using System.Globalization;
using System.Text;
using DriftWatch.Calibration.Generation;

namespace DriftWatch.Calibration.Running;

/// <summary>
/// The configuration a run loads through the real loader: one source, a SQLite store in the run's folder, and
/// every default untouched except what the scenario needs (each pair's table, appended tables' window, and
/// <c>first_runs</c> only when <c>--baseline-days</c> is not the default 5).
/// </summary>
internal static class CalibrationConfigYaml
{
    public const string SourceName = "calibration";
    public const string StoreFile = "store.db";

    public static string Build(CalibrationPlan plan, ISourceDatabase source)
    {
        ArgumentNullException.ThrowIfNull(plan);
        ArgumentNullException.ThrowIfNull(source);
        var s = new StringBuilder();
        s.Append(CultureInfo.InvariantCulture, $"""
            # DriftWatch calibration run (invented data, seed {plan.Options.Seed}): healthy families and injected faults.
            sources:
              - name: {SourceName}

            """);
        s.Append(source.SourceYaml);
        s.Append(CultureInfo.InvariantCulture, $"""
            store:
              kind: sqlite
              connection: {StoreFile}

            """);
        if (plan.Options.BaselineDays != CalibrationOptions.DefaultBaselineDays)
        {
            s.Append(CultureInfo.InvariantCulture, $"""
                defaults:
                  baseline: {"{"}first_runs: {plan.Options.BaselineDays}{"}"}

                """);
        }

        s.Append("pairs:\n");
        foreach (var pair in plan.Pairs)
        {
            s.Append(CultureInfo.InvariantCulture, $"""
                  - name: {pair.Name}
                    source: {SourceName}
                    table: {pair.Table}
                    x: {CalibrationPair.XColumn}
                    y: {CalibrationPair.YColumn}

                """);
            if (pair.Storage == StorageStyle.Appended)
            {
                s.Append(CultureInfo.InvariantCulture, $"    window: {{column: {CalibrationPair.TimeColumn}, last: 24h}}\n");
            }
        }

        return s.ToString();
    }
}
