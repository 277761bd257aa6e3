using System.Globalization;
using DriftWatch.Calibration.Generation;
using Microsoft.Data.Sqlite;

namespace DriftWatch.Calibration.Running;

/// <summary>
/// The source as a SQLite file in the run's folder. Load times are Unix seconds (an integer column), one of the
/// forms the SQLite source reads a window column in. One transaction and one prepared command per table per day.
/// </summary>
internal sealed class SqliteSourceDatabase : ISourceDatabase
{
    public const string File = "source.db";

    private readonly SqliteConnection _connection;

    private SqliteSourceDatabase(string path, SqliteConnection connection)
    {
        Describe = $"SQLite file {path}";
        _connection = connection;
    }

    public string Describe { get; }

    public string SourceYaml => $"    kind: sqlite\n    connection: {File}\n";

    public IReadOnlyDictionary<string, string> Environment { get; } = new Dictionary<string, string>();

    public static async Task<SqliteSourceDatabase> OpenAsync(string folder, CancellationToken cancellationToken)
    {
        var path = Path.Combine(folder, File);
        var builder = new SqliteConnectionStringBuilder { DataSource = path, Mode = SqliteOpenMode.ReadWriteCreate, Pooling = false };
        var connection = new SqliteConnection(builder.ToString());
        try
        {
            await connection.OpenAsync(cancellationToken);
            await using var pragma = connection.CreateCommand();

            // A throwaway file: no waiting for the disk. WAL lets the checks read while nothing is written.
            pragma.CommandText = "PRAGMA journal_mode = WAL; PRAGMA synchronous = OFF;";
            await pragma.ExecuteNonQueryAsync(cancellationToken);
            return new SqliteSourceDatabase(path, connection);
        }
        catch
        {
            await connection.DisposeAsync();
            throw;
        }
    }

    public async Task CreateAsync(IReadOnlyList<CalibrationPair> pairs, CancellationToken cancellationToken)
    {
        ArgumentNullException.ThrowIfNull(pairs);
        foreach (var pair in pairs)
        {
            await using var command = _connection.CreateCommand();
            command.CommandText = string.Create(CultureInfo.InvariantCulture, $"""
                CREATE TABLE {pair.Table} (id INTEGER PRIMARY KEY, {CalibrationPair.TimeColumn} INTEGER NOT NULL, {CalibrationPair.XColumn} REAL, {CalibrationPair.YColumn} REAL);
                CREATE INDEX {pair.Table}_{CalibrationPair.TimeColumn} ON {pair.Table} ({CalibrationPair.TimeColumn});
                """);
            await command.ExecuteNonQueryAsync(cancellationToken);
        }
    }

    public async Task LoadAsync(CalibrationPair pair, DateOnly date, IReadOnlyList<CalibrationRow> rows, CancellationToken cancellationToken)
    {
        ArgumentNullException.ThrowIfNull(pair);
        ArgumentNullException.ThrowIfNull(rows);
        await using var transaction = (SqliteTransaction)await _connection.BeginTransactionAsync(cancellationToken);
        if (pair.Storage == StorageStyle.Replaced)
        {
            await using var delete = _connection.CreateCommand();
            delete.Transaction = transaction;
            delete.CommandText = $"DELETE FROM {pair.Table}";
            await delete.ExecuteNonQueryAsync(cancellationToken);
        }

        await using var command = _connection.CreateCommand();
        command.Transaction = transaction;
        command.CommandText = $"INSERT INTO {pair.Table} ({CalibrationPair.TimeColumn}, {CalibrationPair.XColumn}, {CalibrationPair.YColumn}) VALUES (@t, @x, @y)";
        var at = command.Parameters.Add("@t", SqliteType.Integer);
        var x = command.Parameters.Add("@x", SqliteType.Real);
        var y = command.Parameters.Add("@y", SqliteType.Real);
        command.Prepare();
        for (var i = 0; i < rows.Count; i++)
        {
            at.Value = LoadTimes.Of(date, i, rows.Count).ToUnixTimeSeconds();
            x.Value = rows[i].X is { } xv ? xv : DBNull.Value;
            y.Value = rows[i].Y is { } yv ? yv : DBNull.Value;

            // Synchronous on purpose: Microsoft.Data.Sqlite has no asynchronous I/O, and the async wrapper costs per row.
            command.ExecuteNonQuery();
        }

        await transaction.CommitAsync(cancellationToken);
    }

    public ValueTask DisposeAsync() => _connection.DisposeAsync();
}
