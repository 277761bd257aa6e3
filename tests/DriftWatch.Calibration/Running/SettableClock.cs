namespace DriftWatch.Calibration.Running;

/// <summary>A clock the runner moves to each simulated day's check time; checks read it from several threads.</summary>
internal sealed class SettableClock(DateTimeOffset start) : TimeProvider
{
    private readonly Lock _gate = new();
    private DateTimeOffset _now = start;

    public DateTimeOffset UtcNow
    {
        get
        {
            lock (_gate)
            {
                return _now;
            }
        }

        set
        {
            lock (_gate)
            {
                _now = value.ToUniversalTime();
            }
        }
    }

    public override DateTimeOffset GetUtcNow() => UtcNow;

    public override TimeZoneInfo LocalTimeZone => TimeZoneInfo.Utc;
}
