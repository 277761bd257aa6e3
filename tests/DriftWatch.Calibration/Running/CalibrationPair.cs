using DriftWatch.Calibration.Faults;
using DriftWatch.Calibration.Generation;

namespace DriftWatch.Calibration.Running;

/// <summary>One watched pair of the run: its table, its healthy character and, for faulty pairs, its fault.</summary>
internal sealed record CalibrationPair(int Index, string Name, string Table, PairShape Shape, StorageStyle Storage, FaultCase? Fault)
{
    public const string XColumn = "x";
    public const string YColumn = "y";
    public const string TimeColumn = "loaded_at";

    public HealthyFamily Family => Shape.Family;

    public bool Healthy => Fault is null;
}
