using DriftWatch.Calibration.Generation;

namespace DriftWatch.Calibration.Running;

/// <summary>The database the watched pairs live in, loaded by the runner day by day.</summary>
internal interface ISourceDatabase : IAsyncDisposable
{
    /// <summary>For the report header: where the data lives, without secrets.</summary>
    string Describe { get; }

    /// <summary>The <c>sources</c> entry of the configuration (kind and connection lines), indented for YAML.</summary>
    string SourceYaml { get; }

    /// <summary>Environment variables the configuration refers to (a connection string kept out of the file).</summary>
    IReadOnlyDictionary<string, string> Environment { get; }

    Task CreateAsync(IReadOnlyList<CalibrationPair> pairs, CancellationToken cancellationToken);

    /// <summary>One day's load: a replaced table is emptied first; every row gets a load time within the day.</summary>
    Task LoadAsync(CalibrationPair pair, DateOnly date, IReadOnlyList<CalibrationRow> rows, CancellationToken cancellationToken);
}

/// <summary>Spreads a day's rows over 00:00–23:00 UTC, before the day's check at 23:30.</summary>
internal static class LoadTimes
{
    public static DateTimeOffset Of(DateOnly date, int row, int rows) =>
        new DateTimeOffset(date.ToDateTime(TimeOnly.MinValue), TimeSpan.Zero).AddSeconds(Math.Floor(row * (23 * 3600.0 / Math.Max(1, rows))));
}
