using DriftWatch.Core.Alerting;
using DriftWatch.Core.History;
using DriftWatch.Dashboard.Data;
using DriftWatch.Dashboard.Pages;
using DriftWatch.Output;

namespace DriftWatch.Dashboard.Api;

/// <summary>From the read model to the API records. Every double goes through the contract's finite-or-null rule.</summary>
internal static class ApiMapping
{
    public static PairJson ToJson(PairSummary pair)
    {
        ArgumentNullException.ThrowIfNull(pair);
        return new PairJson(
            pair.Name,
            JsonContract.Name(pair.Status),
            pair.Source,
            pair.Config?.X,
            pair.Config?.Y,
            pair.Tags,
            pair.Config is not null,
            JsonContract.Finite(pair.DeltaR),
            JsonContract.Finite(pair.SlopeRatio),
            pair.OpenAlerts.Count,
            pair.WorstOpenSeverity,
            pair.Latest is null ? null : RunJson.Of(pair.Latest),
            pair.Baseline is null ? null : ToJson(pair.Baseline));
    }

    public static BaselineJson ToJson(StoredBaseline baseline)
    {
        ArgumentNullException.ThrowIfNull(baseline);
        return new BaselineJson(
            baseline.PolicyText,
            baseline.CreatedAt,
            baseline.CoversFrom,
            baseline.CoversTo,
            baseline.RunCount,
            baseline.Accepted,
            JsonContract.Finite(baseline.MeanRunUsed),
            baseline.Points.UsedCount,
            JsonContract.ToJson(baseline.Profile));
    }

    public static DeliveryJson ToJson(OutboxEntry entry)
    {
        ArgumentNullException.ThrowIfNull(entry);
        return new DeliveryJson(
            entry.Id,
            entry.MailingList,
            JsonContract.Name(entry.Channel),
            entry.Subject,
            entry.Recipients,
            entry.CreatedAt,
            AlertsPage.DeliveryState(entry),
            entry.Attempts,
            entry.SentAt,
            entry.IsSent || entry.IsFailed ? null : entry.NextAttemptAt,
            entry.LastError);
    }

    public static AlertsResponse ToJson(AlertsOverview overview, DateTimeOffset now)
    {
        ArgumentNullException.ThrowIfNull(overview);
        return new AlertsResponse(now, overview.ClearedSince, [.. overview.Open.Select(AlertJson.Of)], [.. overview.Cleared.Select(AlertJson.Of)], [.. overview.Deliveries.Select(ToJson)]);
    }
}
+-------+
Problem to solve: From the material above, return every line that contains "DateOnly".

Expected answer:
    public async Task LoadAsync(CalibrationPair pair, DateOnly date, IReadOnlyList<CalibrationRow> rows, CancellationToken cancellationToken)
    Task LoadAsync(CalibrationPair pair, DateOnly date, IReadOnlyList<CalibrationRow> rows, CancellationToken cancellationToken);
    public static DateTimeOffset Of(DateOnly date, int row, int rows) =>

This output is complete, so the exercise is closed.